The content of the Ministry’s presentation is utterly depressing. Fancy selecting those three “big ideas”! Translated, the first one is that Maori history is fundamental to understanding everything about New Zealand. The second one, translated, is that the consequences of unstated, but implied, wicked colonization continue “to influence all aspects” of our history. The third is that colonists’ power exerted over the years has invariably inflicted damage, injustice and conflict on Maori. Nothing about economic development which lifted New Zealand after the Treaty from a state of anarchy where 25% of the entire Maori workforce between 1810 and 1840 had been killed and eaten, and others enslaved. The development of the modern economy is of no account in the Ministry these days where no one seems to give a thought to where their salaries come from. And, as I predicted, there’ll be no mention of the Musket Wars in the new curriculum. The government is intent on sanitizing our history, presumably in the hope that henceforth we’ll all “be kind”.

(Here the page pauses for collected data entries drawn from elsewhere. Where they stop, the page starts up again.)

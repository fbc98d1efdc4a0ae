/**
 * Graph colouring by iterated greedy (Culberson and Luo, "Exploring the k-colorable landscape with
 * iterated greedy", DIMACS Series 26 (1996)): start from a colouring (DSATUR here), then repeatedly
 * list the vertices colour class by colour class, in a new order of the classes (largest first,
 * reversed, or shuffled), and colour greedily in that order. Greedy colouring in an order that
 * keeps each old class together never needs more colours than before, so the count only falls.
 * Seeded (src/util/random.ts): the same graph and seed give the same colouring.
 *
 * The graph is given as adjacency lists over vertices 0..n-1.
 */
import { Random } from '../util/random.js';

/** Greedy colouring in `order`: each vertex takes the lowest colour its coloured neighbours do not use. */
export function greedyColouring(adjacency: readonly number[][], order: readonly number[]): Int32Array {
  const colour = new Int32Array(adjacency.length).fill(-1);
  const mark = new Int32Array(adjacency.length + 1).fill(-1);
  for (const v of order) {
    for (const w of adjacency[v]) if (colour[w] >= 0) mark[colour[w]] = v;
    let c = 0;
    while (mark[c] === v) c++;
    colour[v] = c;
  }
  return colour;
}

export function colourCount(colour: Int32Array): number {
  let m = -1;
  for (const c of colour) if (c > m) m = c;
  return m + 1;
}

/**
 * Rounds in a row without a colouring of fewer colours after which iterated greedy stops (when the
 * caller gives no `patience`). Counted on the conflict graphs of Clove-17, Reef-49 and the
 * generated 10 x 10 and 16 x 16 chips (`check`, every colouring of the plan and its layer fitting,
 * 200 rounds each): of 28 colourings one found fewer colours, in its second round, and none later.
 */
export const ITERATED_GREEDY_PATIENCE = 50;

/**
 * Improve `start` by iterated greedy for at most `iterations` rounds (stopping at `lowerBound`, or
 * after `patience` rounds in a row without fewer colours than the best so far).
 * Colours of the result are renumbered by first appearance in vertex order.
 *
 * Each round lists the vertices class by class (each class in vertex order; classes ordered
 * largest first with ties in colour order, reversed, or shuffled with the seeded generator) and
 * colours greedily in that order. Done on flat arrays (adjacency in compressed rows, one
 * colour-stamp buffer for every round): the same colourings as greedyColouring over the flattened
 * lists of classes (tested), without building them.
 */
export function iteratedGreedy(adjacency: readonly number[][], start: Int32Array, options: { iterations: number; seed: number; lowerBound: number; patience?: number }): Int32Array {
  const patience = options.patience ?? ITERATED_GREEDY_PATIENCE;
  const rng = new Random(options.seed);
  const n = adjacency.length;
  const rowStart = new Int32Array(n + 1);
  for (let v = 0; v < n; v++) rowStart[v + 1] = rowStart[v] + adjacency[v].length;
  const targets = new Int32Array(rowStart[n]);
  for (let v = 0; v < n; v++) targets.set(adjacency[v], rowStart[v]);
  // mark[c] === stamp: colour c is used by a coloured neighbour of the vertex being coloured (a new stamp per vertex visit)
  const mark = new Int32Array(n + 1);
  let stamp = 0;
  const order = new Int32Array(n);
  let best: Int32Array = Int32Array.from(start);
  let bestCount = colourCount(best);
  let cur: Int32Array = best;
  let bestAt = -1;
  for (let it = 0; it < options.iterations && bestCount > options.lowerBound && it - bestAt <= patience; it++) {
    const k = colourCount(cur);
    const size = new Int32Array(k);
    for (let v = 0; v < n; v++) size[cur[v]]++;
    const classes: number[] = Array.from({ length: k }, (_, c) => c);
    const mode = it % 3;
    if (mode === 0) classes.sort((a, b) => size[b] - size[a]);
    else if (mode === 1) classes.reverse();
    else {
      for (let i = classes.length - 1; i > 0; i--) {
        const j = rng.int(i + 1);
        [classes[i], classes[j]] = [classes[j], classes[i]];
      }
    }
    const at = new Int32Array(k);
    let pos = 0;
    for (const c of classes) {
      at[c] = pos;
      pos += size[c];
    }
    for (let v = 0; v < n; v++) order[at[cur[v]]++] = v;
    const next = new Int32Array(n).fill(-1);
    for (let p = 0; p < n; p++) {
      const v = order[p];
      stamp++;
      for (let q = rowStart[v]; q < rowStart[v + 1]; q++) {
        const c = next[targets[q]];
        if (c >= 0) mark[c] = stamp;
      }
      let c = 0;
      while (mark[c] === stamp) c++;
      next[v] = c;
    }
    cur = next;
    const count = colourCount(cur);
    if (count < bestCount) {
      best = cur;
      bestCount = count;
      bestAt = it;
    }
  }
  return renumber(best);
}

function renumber(colour: Int32Array): Int32Array {
  const map = new Map<number, number>();
  const out = new Int32Array(colour.length);
  colour.forEach((c, v) => {
    if (!map.has(c)) map.set(c, map.size);
    out[v] = map.get(c)!;
  });
  return out;
}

Superficially, we can blame those tasked with devising this mumbo-jumbo curriculum, but I think the rot goes far deeper. This report follows on from those recent ones about falling literacy and numeracy in our schools. The rot lies at the heart of the Ministry of Education. It has not been renowned for robust leadership since the days of Peter Fraser and Dr Clarence Beeby. In the early 1970s the Ministry was led by a rather sad old guy called Ned Dobbs whom Prime Minister Norman Kirk nick-named “Dobbin”. A lack-lustre set of ministry heads and ministers followed. Scientifically sound methods of teaching reading were pushed aside, School Certificate was abolished, and all sorts of nostrums and fads have accounted for New Zealand’s steady decline in international educational standards.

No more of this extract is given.